Objective: To determine the prevalence of dementia diagnoses and the use of antidementia drugs in a cohort of Italian older nursing home (NH) residents.
Design: Cross-sectional study.
Setting: The NH residents participating in 2 studies: the U.L.I.S.S.E. study and the Umbria Region survey.
Participants: A total of 2215 nursing home residents.
Measurement: Each resident underwent a comprehensive geriatric assessment at baseline by means of the RAI MDS 2.0. Dementia diagnosis was based on ICD-9 codes.

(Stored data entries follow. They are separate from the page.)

package evensun.report.section;

import evensun.report.decision.ChoiceWords;
import evensun.report.decision.Sentence;
import evensun.report.figure.Figure;
import evensun.report.figure.Share;
import evensun.report.figure.StackPicture;
import evensun.report.figure.StackPicture.Slab;
import evensun.report.figure.StackPicture.Window;
import evensun.report.page.Block;
import evensun.report.page.Section;
import evensun.report.page.Table;
import evensun.report.text.Clip;
import evensun.report.text.Keys;
import evensun.report.text.Numbers;
import evensun.result.Outcome;
import evensun.result.Outcome.StackEntry;
import evensun.result.Outcome.SubcellOutcome;
import evensun.result.RunResult;
import evensun.result.SearchRecord;
import evensun.result.SearchRecord.AlternativeRecord;
import evensun.result.SearchRecord.ChoiceRecord;
import evensun.result.SearchRecord.VariableRecord;
import java.util.ArrayList;
import java.util.List;
import java.util.Optional;
import org.jspecify.annotations.Nullable;

/** The stack as drawn beside the stack found. */
public final class StackSection {

  private StackSection() {}

  /** The section; absent when the result names no layer. */
  public static Optional<Section> of(RunResult result) {
    if (result.found().stack().isEmpty()) {
      return Optional.empty();
    }
    List<Block> blocks = new ArrayList<>();
    blocks.add(picture(result));
    SearchRecord search = result.search();
    if (search != null && !search.choices().isEmpty() && !Sentence.failed(search)) {
      blocks.add(new Block.Grid(choices(search), false));
    }
    if (search != null && !search.variables().isEmpty()) {
      blocks.add(new Block.Grid(variables(search, Sentence.failed(search)), false));
    }
    blocks.add(new Block.Grid(layers(result), true));
    return Optional.of(new Section("stack", "Stack", heading(result), blocks));
  }

  private static String heading(RunResult result) {
    SearchRecord search = result.search();
    long layers =
        result.found().stack().stream().filter(entry -> entry.role().equals("layer")).count();
    if (search == null || search.variables().isEmpty()) {
      return "The stack as drawn: " + Numbers.count((int) layers, "layer");
    }
    if (Sentence.failed(search)) {
      return "No design could be evaluated; the stack as drawn: "
          + Numbers.count((int) layers, "layer");
    }
    VariableRecord most = search.variables().get(0);
    for (VariableRecord variable : search.variables()) {
      most = relativeChange(variable) > relativeChange(most) ? variable : most;
    }
    if (relativeChange(most) < 1e-9) {
      return "The search kept every value as drawn";
    }
    return "Largest change: "
        + Clip.to(Keys.words(most.key()), 60)
        + ", from "
        + Numbers.quantity(most.drawn(), most.unit())
        + " to "
        + Numbers.quantity(most.found(), most.unit());
  }

  private static double relativeChange(VariableRecord variable) {
    double width = variable.high() - variable.low();
    return width > 0 ? Math.abs(variable.found() - variable.drawn()) / width : 0;
  }

  private static Block picture(RunResult result) {
    Outcome drawn = result.asDrawn();
    SearchRecord search = result.search();
    List<VariableRecord> varied =
        search == null || Sentence.failed(search) ? List.of() : search.variables();
    StackPicture picture =
        new StackPicture(
            drawn == null ? List.of() : slabs(drawn, List.of()), slabs(result.found(), varied));
    String what =
        (drawn == null ? "The stack" : "The stack as drawn (left) and as found (right)")
            + ", light from above. Layers are to scale with each other; those of 3 µm and more are cut"
            + " short with a break, and very thin ones are drawn at least as a line."
            + (varied.stream().anyMatch(v -> v.equallyGoodLow() != null)
                ? " Brackets: where the lower face of a layer may lie at no loss to speak of."
                : "");
    return new Block.Picture("fig-stack", Figure.of(picture, what), what);
  }

  private static List<Slab> slabs(Outcome outcome, List<VariableRecord> varied) {
    List<String> names = outcome.subcells().stream().map(SubcellOutcome::name).toList();
    List<Slab> slabs = new ArrayList<>();
    int parasitic = 0;
    for (StackEntry entry : outcome.stack()) {
      int index = entry.subcell() == null ? -1 : names.indexOf(entry.subcell());
      boolean layer = entry.role().equals("layer");
      String other = layer ? Share.parasiticRole(parasitic) : "medium";
      slabs.add(slab(entry, index >= 0 ? Share.subcellRole(index) : other, varied));
      parasitic += layer && index < 0 ? 1 : 0;
    }
    return slabs;
  }

  private static Slab slab(StackEntry entry, String role, List<VariableRecord> varied) {
    double nm = entry.thicknessNm() == null ? Double.NaN : entry.thicknessNm();
    String name = entry.role().equals("exit") ? entry.name() + " (exit)" : entry.name();
    VariableRecord thickness = of(varied, entry.name() + ".thicknessNm");
    VariableRecord gap = of(varied, entry.name() + ".bandgapEv");
    String note = entry.bandgapEv() == null ? "" : Numbers.quantity(entry.bandgapEv(), "eV");
    if (gap != null && gap.equallyGoodLow() != null) {
      note += " (" + range(gap.equallyGoodLow(), gap.equallyGoodHigh(), "eV") + ")";
    }
    return new Slab(name, role, nm, note, thickness == null ? null : window(thickness));
  }

  private static @Nullable VariableRecord of(List<VariableRecord> varied, String key) {
    return varied.stream().filter(v -> v.key().equals(key)).findFirst().orElse(null);
  }

  private static Window window(VariableRecord v) {
    double low = v.equallyGoodLow() == null ? v.found() : v.equallyGoodLow();
    double high = v.equallyGoodHigh() == null ? v.found() : v.equallyGoodHigh();
    String bound = v.bound() == null ? "" : v.bound().equals("low") ? "lower" : "upper";
    return new Window(low, high, bound);
  }

  private static Table choices(SearchRecord search) {
    Table.Builder table =
        new Table.Builder("table-choices", "Choices, and the best found with each alternative")
            .words("choice")
            .words("alternative")
            .words("state")
            .numbers(Keys.aim(search.aim()), search.aimUnit())
            .words("against the design found");
    for (ChoiceRecord choice : search.choices()) {
      for (AlternativeRecord alternative : choice.alternatives()) {
        table.row(
            Keys.words(choice.key()),
            alternative.name(),
            state(choice, alternative.name()),
            alternative.aim() == null ? "" : Numbers.fixed(alternative.aim(), 2),
            alternative.name().equals(choice.found()) ? "" : ChoiceWords.cost(search, alternative));
      }
    }
    return table.build();
  }

  private static String state(ChoiceRecord choice, String name) {
    String drawn = name.equals(choice.drawn()) ? "as drawn" : "";
    String found = name.equals(choice.found()) ? "found" : "";
    return drawn + (drawn.isEmpty() || found.isEmpty() ? "" : ", ") + found;
  }

  private static Table variables(SearchRecord search, boolean failed) {
    boolean ranges =
        !failed && search.variables().stream().anyMatch(v -> v.equallyGoodLow() != null);
    boolean bounds = !failed && search.variables().stream().anyMatch(v -> v.bound() != null);
    Table.Builder table =
        new Table.Builder("table-variables", "What may vary")
            .words("quantity")
            .words("unit")
            .numbers("drawn", "");
    if (!failed) {
      table.numbers("found", "").numbers("change", "");
    }
    if (ranges) {
      table.words("equally good");
    }
    table.words("allowed");
    if (bounds) {
      table.words("bound");
    }
    search.variables().forEach(v -> table.row(row(v, failed, ranges, bounds)));
    return table.build();
  }

  private static List<String> row(
      VariableRecord v, boolean failed, boolean ranges, boolean bounds) {
    List<String> cells =
        new ArrayList<>(List.of(Keys.words(v.key()), v.unit(), Numbers.bare(v.drawn(), v.unit())));
    if (!failed) {
      cells.addAll(List.of(Numbers.bare(v.found(), v.unit()), signed(v)));
    }
    if (ranges) {
      cells.add(range(v.equallyGoodLow(), v.equallyGoodHigh(), v.unit()));
    }
    cells.add(range(v.low(), v.high(), v.unit()) + step(v));
    if (bounds) {
      String side = "low".equals(v.bound()) ? "lower" : "upper";
      cells.add(v.bound() == null ? "" : "at the " + side + " bound");
    }
    return cells;
  }

  private static String signed(VariableRecord v) {
    double change = v.found() - v.drawn();
    return (change > 0 ? "+" : "") + Numbers.bare(change, v.unit());
  }

  private static String step(VariableRecord v) {
    return v.step() > 0 ? ", step " + Numbers.bare(v.step(), v.unit()) : "";
  }

  private static String range(@Nullable Double low, @Nullable Double high, String unit) {
    return low == null || high == null ? "" : Numbers.range(low, high, unit);
  }

  private static Table layers(RunResult result) {
    boolean compared = result.asDrawn() != null;
    Table.Builder table =
        new Table.Builder("table-layers", "Every layer, in the order the light meets them")
            .words("layer")
            .words("material")
            .words("part of");
    if (compared) {
      table.numbers("as drawn", "nm");
    }
    table
        .numbers(compared ? "found" : "thickness", "nm")
        .numbers("bandgap", "eV")
        .words("waves")
        .words("further");
    for (StackEntry entry : result.found().stack()) {
      List<String> cells = new ArrayList<>();
      cells.addAll(List.of(entry.name(), entry.material(), partOf(entry)));
      if (compared) {
        cells.add(drawnNm(result, entry.name()));
      }
      cells.add(nm(entry.thicknessNm()));
      cells.add(entry.bandgapEv() == null ? "" : Numbers.fixed(entry.bandgapEv(), 3));
      cells.add(
          entry.role().equals("layer") ? (entry.coherent() ? "interfere" : "incoherent") : "");
      cells.add(String.join("; ", entry.features()));
      table.row(cells);
    }
    return table.build();
  }

  private static String partOf(StackEntry entry) {
    if (entry.subcell() != null) {
      return "subcell " + entry.subcell();
    }
    return switch (entry.role()) {
      case "incident" -> "incident medium";
      case "exit" -> "exit medium";
      default -> "collects nothing";
    };
  }

  private static String drawnNm(RunResult result, String name) {
    Outcome drawn = result.asDrawn();
    return drawn == null
        ? ""
        : drawn.stack().stream()
            .filter(entry -> entry.name().equals(name))
            .findFirst()
            .map(entry -> nm(entry.thicknessNm()))
            .orElse("");
  }

  private static String nm(@Nullable Double nm) {
    return nm == null ? "" : Numbers.trimmed(nm, 2);
  }
}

Results: The prevalence of dementia diagnosis according to ICD-9 codes was 50.7% (n = 1123), whereas 312 subjects had cognitive impairment with a cognitive performance scale score ≥3 without a diagnosis of dementia. Only 56 NH residents were treated (5% of the sample) and the main drugs used were cholinesterase inhibitor, whereas only 1 subject was treated with memantine. Limiting our analysis to patients with mild to moderate Alzheimer's disease, who are those reimbursed by the public health care system for receiving antidementia drugs, the percentage rose to 11.3%.
Conclusion: These findings demonstrate a high rate of underdiagnosis and undertreatment of dementia in Italian NH residents. Potential explanations include the lack of systematic assessment of cognitive functions, the limitations to antidementia drug reimbursement, the complexity of the reimbursement procedure itself, and the high prevalence of patients with severe dementia. Older NH residents still lack proper access to state-of-the-art diagnosis and treatment for a devastating condition such as dementia.